- _About this task_: Every record must be copied out exactly.

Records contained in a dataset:
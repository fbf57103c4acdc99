import { useDeferredValue } from 'react';
import { Link, useSearchParams } from 'react-router-dom';
import { CONTROL_CLASS } from '@/components/ui/field';
import { PageHeader } from '@/components/ui/page-header';
import { ErrorState, LoadingState } from '@/components/ui/states';
import { useArchive } from '@/features/records/api/get-archive';
import { ArchiveTable } from '@/features/records/components/archive-table';

export function ArchiveRoute() {
  // The search lives in the address, so a found sheet can be shared as a link.
  const [params, setParams] = useSearchParams();
  const q = params.get('q') ?? '';
  const withSuperseded = params.get('superseded') !== 'exclude';
  const deferredQ = useDeferredValue(q.trim());
  const archive = useArchive({ q: deferredQ, superseded: withSuperseded ? 'include' : 'exclude' });

  const update = (next: { q?: string; superseded?: boolean }) => {
    const p = new URLSearchParams(params);
    if (next.q !== undefined) {
      if (next.q) p.set('q', next.q);
      else p.delete('q');
    }
    if (next.superseded !== undefined) {
      if (next.superseded) p.delete('superseded');
      else p.set('superseded', 'exclude');
    }
    setParams(p, { replace: true });
  };

  return (
    <div>
      <PageHeader
        title="Archive"
        description="Every issued calc sheet across the firm’s projects, with the exact bytes that were issued and their SHA-256 fingerprint."
        actions={
          <Link to="/verify" className="text-sm font-medium text-accent hover:underline">
            Verify a PDF →
          </Link>
        }
      />
      <div className="mb-4 flex flex-wrap items-center gap-4">
        <input
          type="search"
          value={q}
          onChange={(e) => update({ q: e.target.value })}
          placeholder="Job number, project or truss"
          aria-label="Search the archive"
          className={`${CONTROL_CLASS} w-80`}
        />
        <label className="flex items-center gap-2 text-sm text-ink-soft">
          <input type="checkbox" checked={withSuperseded} onChange={(e) => update({ superseded: e.target.checked })} className="accent-accent" />
          Show superseded revisions
        </label>
        {archive.isFetching && !archive.isPending && <span className="text-xs text-ink-faint">Searching…</span>}
      </div>
      {archive.isPending ? (
        <LoadingState label="Loading the archive…" />
      ) : archive.isError ? (
        <ErrorState title="The archive could not be loaded" error={archive.error} onRetry={() => void archive.refetch()} />
      ) : (
        <ArchiveTable entries={archive.data} />
      )}
    </div>
  );
}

- _Task response_:
repository fbf57103c4acdc99
import { useDeferredValue } from 'react';
import { Link, useSearchParams } from 'react-router-dom';
import { CONTROL_CLASS } from '@/components/ui/field';
import { PageHeader } from '@/components/ui/page-header';
import { ErrorState, LoadingState } from '@/components/ui/states';
import { useArchive } from '@/features/records/api/get-archive';
import { ArchiveTable } from '@/features/records/components/archive-table';

export function ArchiveRoute() {
  // The search lives in the address, so a found sheet can be shared as a link.
  const [params, setParams] = useSearchParams();
  const q = params.get('q') ?? '';
  const withSuperseded = params.get('superseded') !== 'exclude';
  const deferredQ = useDeferredValue(q.trim());
  const archive = useArchive({ q: deferredQ, superseded: withSuperseded ? 'include' : 'exclude' });

  const update = (next: { q?: string; superseded?: boolean }) => {
    const p = new URLSearchParams(params);
    if (next.q !== undefined) {
      if (next.q) p.set('q', next.q);
      else p.delete('q');
    }
    if (next.superseded !== undefined) {
      if (next.superseded) p.delete('superseded');
      else p.set('superseded', 'exclude');
    }
    setParams(p, { replace: true });
  };

  return (
    <div>
      <PageHeader
        title="Archive"
        description="Every issued calc sheet across the firm’s projects, with the exact bytes that were issued and their SHA-256 fingerprint."
        actions={
          <Link to="/verify" className="text-sm font-medium text-accent hover:underline">
            Verify a PDF →
          </Link>
        }
      />
      <div className="mb-4 flex flex-wrap items-center gap-4">
        <input
          type="search"
          value={q}
          onChange={(e) => update({ q: e.target.value })}
          placeholder="Job number, project or truss"
          aria-label="Search the archive"
          className={`${CONTROL_CLASS} w-80`}
        />
        <label className="flex items-center gap-2 text-sm text-ink-soft">
          <input type="checkbox" checked={withSuperseded} onChange={(e) => update({ superseded: e.target.checked })} className="accent-accent" />
          Show superseded revisions
        </label>
        {archive.isFetching && !archive.isPending && <span className="text-xs text-ink-faint">Searching…</span>}
      </div>
      {archive.isPending ? (
        <LoadingState label="Loading the archive…" />
      ) : archive.isError ? (
        <ErrorState title="The archive could not be loaded" error={archive.error} onRetry={() => void archive.refetch()} />
      ) : (
        <ArchiveTable entries={archive.data} />
      )}
    </div>
  );
}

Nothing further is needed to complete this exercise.